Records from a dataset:
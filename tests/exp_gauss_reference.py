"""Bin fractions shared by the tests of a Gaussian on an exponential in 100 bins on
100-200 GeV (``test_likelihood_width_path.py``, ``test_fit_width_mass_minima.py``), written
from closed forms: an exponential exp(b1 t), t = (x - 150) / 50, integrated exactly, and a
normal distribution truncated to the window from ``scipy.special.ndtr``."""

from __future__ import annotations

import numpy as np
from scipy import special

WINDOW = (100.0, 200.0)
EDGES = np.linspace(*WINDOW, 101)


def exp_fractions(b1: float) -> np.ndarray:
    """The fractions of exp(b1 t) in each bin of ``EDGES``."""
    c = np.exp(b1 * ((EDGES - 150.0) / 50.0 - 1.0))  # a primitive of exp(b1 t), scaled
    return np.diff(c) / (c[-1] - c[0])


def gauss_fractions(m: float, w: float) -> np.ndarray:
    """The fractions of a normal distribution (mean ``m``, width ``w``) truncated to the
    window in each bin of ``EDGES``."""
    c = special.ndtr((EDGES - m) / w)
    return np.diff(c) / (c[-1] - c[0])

==

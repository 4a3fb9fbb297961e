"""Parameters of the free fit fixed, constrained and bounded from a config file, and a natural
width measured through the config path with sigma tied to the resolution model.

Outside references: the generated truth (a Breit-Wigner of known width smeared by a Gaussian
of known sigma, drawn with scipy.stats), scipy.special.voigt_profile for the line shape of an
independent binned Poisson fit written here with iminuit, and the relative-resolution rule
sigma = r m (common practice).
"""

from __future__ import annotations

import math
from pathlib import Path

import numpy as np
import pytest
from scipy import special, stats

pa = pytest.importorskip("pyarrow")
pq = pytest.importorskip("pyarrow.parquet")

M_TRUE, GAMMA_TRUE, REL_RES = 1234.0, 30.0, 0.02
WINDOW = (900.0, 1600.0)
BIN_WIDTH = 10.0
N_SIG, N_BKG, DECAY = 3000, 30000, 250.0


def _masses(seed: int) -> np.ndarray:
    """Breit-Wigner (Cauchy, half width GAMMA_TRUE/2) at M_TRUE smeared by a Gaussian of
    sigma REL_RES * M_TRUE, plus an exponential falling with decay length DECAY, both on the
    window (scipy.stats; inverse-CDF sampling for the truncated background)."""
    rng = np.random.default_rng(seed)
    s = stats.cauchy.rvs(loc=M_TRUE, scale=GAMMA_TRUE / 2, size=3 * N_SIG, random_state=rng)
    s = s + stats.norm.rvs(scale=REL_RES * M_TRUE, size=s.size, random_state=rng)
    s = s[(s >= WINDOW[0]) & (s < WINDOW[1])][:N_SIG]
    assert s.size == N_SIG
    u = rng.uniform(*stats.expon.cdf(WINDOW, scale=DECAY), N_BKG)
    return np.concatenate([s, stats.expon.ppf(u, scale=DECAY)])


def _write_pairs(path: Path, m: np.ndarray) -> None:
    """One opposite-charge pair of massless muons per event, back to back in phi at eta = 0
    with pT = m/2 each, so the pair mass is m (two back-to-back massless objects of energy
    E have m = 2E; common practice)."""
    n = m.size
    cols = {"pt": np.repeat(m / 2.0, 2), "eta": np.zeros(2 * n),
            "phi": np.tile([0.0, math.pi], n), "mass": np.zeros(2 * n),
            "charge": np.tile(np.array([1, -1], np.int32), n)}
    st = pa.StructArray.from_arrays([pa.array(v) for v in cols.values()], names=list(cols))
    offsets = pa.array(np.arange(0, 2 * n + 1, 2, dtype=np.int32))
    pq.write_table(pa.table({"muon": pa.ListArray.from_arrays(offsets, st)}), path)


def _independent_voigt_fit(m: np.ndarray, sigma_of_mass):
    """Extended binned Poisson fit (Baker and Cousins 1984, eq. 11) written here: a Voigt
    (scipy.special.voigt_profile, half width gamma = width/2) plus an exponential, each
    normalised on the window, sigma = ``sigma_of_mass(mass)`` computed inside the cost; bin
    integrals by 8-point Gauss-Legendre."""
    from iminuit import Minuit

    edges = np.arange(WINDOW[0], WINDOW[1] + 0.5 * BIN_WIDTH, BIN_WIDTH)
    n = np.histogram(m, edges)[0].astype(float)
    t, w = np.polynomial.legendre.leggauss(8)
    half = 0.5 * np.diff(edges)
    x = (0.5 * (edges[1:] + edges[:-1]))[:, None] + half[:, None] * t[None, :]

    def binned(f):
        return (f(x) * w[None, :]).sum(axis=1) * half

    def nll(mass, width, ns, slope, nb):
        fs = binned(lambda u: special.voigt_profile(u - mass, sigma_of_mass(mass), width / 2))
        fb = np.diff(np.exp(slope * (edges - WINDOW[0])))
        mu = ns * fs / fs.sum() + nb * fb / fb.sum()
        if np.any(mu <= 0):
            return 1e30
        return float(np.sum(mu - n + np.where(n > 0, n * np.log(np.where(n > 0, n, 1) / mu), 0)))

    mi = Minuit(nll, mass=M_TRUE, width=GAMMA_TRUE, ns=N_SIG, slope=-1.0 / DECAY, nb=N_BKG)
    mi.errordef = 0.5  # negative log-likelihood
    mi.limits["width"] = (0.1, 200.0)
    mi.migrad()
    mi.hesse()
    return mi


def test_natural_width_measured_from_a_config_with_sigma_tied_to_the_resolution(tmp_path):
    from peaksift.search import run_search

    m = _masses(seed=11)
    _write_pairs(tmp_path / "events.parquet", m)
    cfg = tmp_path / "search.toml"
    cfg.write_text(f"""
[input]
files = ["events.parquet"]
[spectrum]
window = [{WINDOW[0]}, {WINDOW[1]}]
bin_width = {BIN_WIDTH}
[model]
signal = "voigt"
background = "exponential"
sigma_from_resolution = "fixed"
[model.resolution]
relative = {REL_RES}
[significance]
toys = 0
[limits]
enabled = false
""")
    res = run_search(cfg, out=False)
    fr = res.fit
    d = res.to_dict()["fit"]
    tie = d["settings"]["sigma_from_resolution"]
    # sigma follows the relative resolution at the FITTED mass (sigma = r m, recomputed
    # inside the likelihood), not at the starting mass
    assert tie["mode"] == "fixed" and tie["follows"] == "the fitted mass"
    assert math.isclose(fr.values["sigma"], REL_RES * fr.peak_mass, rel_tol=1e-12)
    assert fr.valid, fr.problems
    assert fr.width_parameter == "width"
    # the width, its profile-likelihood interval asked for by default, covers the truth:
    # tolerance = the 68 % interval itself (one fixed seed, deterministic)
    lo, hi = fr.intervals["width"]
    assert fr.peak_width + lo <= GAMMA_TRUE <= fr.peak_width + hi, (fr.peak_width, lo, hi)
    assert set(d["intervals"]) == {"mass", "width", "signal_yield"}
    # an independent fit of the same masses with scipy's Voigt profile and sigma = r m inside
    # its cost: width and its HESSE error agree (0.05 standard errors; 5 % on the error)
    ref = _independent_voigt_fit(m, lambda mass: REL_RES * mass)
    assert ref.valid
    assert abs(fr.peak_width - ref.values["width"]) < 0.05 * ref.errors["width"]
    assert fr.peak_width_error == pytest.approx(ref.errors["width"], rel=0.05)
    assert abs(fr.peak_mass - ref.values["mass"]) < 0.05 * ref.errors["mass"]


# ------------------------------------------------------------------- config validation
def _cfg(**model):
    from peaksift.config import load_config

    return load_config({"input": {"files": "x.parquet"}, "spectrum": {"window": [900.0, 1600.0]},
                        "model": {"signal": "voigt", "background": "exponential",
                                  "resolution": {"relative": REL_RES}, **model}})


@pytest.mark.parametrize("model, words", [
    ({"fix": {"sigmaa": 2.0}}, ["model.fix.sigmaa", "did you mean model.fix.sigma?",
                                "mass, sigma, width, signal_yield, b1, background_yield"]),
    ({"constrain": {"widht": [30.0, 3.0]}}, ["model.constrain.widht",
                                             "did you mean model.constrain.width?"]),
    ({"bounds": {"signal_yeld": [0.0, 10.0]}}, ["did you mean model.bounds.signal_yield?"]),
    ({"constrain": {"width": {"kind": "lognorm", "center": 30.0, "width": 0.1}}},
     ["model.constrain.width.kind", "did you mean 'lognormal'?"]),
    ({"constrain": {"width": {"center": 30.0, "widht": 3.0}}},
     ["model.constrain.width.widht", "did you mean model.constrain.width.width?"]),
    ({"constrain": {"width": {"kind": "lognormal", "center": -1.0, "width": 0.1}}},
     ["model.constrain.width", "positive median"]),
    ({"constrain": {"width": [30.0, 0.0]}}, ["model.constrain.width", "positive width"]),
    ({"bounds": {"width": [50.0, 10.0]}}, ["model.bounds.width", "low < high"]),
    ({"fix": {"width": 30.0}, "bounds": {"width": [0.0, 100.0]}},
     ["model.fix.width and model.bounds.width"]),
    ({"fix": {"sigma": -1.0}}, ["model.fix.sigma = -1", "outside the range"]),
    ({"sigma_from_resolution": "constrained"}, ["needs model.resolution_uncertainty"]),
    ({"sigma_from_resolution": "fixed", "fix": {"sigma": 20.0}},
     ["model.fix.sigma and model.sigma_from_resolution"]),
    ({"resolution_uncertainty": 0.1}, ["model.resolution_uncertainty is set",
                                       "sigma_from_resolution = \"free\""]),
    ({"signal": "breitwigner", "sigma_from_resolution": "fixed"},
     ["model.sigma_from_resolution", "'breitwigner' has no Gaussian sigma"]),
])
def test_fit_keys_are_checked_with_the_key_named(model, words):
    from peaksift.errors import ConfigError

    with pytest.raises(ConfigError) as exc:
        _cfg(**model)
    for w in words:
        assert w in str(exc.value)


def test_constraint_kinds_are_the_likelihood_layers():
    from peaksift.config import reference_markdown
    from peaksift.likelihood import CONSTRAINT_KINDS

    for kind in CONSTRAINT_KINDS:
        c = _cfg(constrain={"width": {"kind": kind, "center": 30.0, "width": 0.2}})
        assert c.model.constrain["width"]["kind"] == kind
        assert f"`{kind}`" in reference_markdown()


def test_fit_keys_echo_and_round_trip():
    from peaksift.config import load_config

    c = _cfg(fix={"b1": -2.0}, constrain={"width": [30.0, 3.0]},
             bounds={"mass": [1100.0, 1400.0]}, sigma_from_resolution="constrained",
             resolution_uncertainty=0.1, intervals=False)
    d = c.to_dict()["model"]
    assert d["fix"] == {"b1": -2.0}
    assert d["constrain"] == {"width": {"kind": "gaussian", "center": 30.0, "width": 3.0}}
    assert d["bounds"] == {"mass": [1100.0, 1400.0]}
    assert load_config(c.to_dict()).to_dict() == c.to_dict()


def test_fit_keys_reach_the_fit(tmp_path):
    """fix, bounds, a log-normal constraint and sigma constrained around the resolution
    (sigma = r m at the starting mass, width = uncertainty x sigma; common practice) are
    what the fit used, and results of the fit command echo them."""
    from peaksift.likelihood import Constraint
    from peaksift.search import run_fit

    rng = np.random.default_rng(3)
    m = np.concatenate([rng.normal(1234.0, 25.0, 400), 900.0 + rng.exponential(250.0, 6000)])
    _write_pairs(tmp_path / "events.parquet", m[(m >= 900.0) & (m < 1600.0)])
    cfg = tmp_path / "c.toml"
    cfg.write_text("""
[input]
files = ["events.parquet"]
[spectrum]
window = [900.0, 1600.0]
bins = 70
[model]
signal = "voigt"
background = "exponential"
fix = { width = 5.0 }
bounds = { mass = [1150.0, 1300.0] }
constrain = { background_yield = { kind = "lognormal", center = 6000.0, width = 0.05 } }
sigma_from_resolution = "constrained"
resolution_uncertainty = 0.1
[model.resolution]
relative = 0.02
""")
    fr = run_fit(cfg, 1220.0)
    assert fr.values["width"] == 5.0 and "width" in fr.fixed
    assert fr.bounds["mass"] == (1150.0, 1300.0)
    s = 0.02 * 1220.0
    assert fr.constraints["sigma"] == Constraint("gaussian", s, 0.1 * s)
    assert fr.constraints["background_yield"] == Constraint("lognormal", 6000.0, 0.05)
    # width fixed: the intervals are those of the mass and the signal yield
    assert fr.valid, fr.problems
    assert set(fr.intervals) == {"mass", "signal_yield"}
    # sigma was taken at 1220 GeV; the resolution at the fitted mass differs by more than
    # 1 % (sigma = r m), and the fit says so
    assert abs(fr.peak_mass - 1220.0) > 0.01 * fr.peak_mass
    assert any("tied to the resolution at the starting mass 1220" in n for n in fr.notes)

Problem requirements
For the word "slope", go through the records and show each line that carries it.

Response box
    def nll(mass, width, ns, slope, nb):
        fb = np.diff(np.exp(slope * (edges - WINDOW[0])))
    mi = Minuit(nll, mass=M_TRUE, width=GAMMA_TRUE, ns=N_SIG, slope=-1.0 / DECAY, nb=N_BKG)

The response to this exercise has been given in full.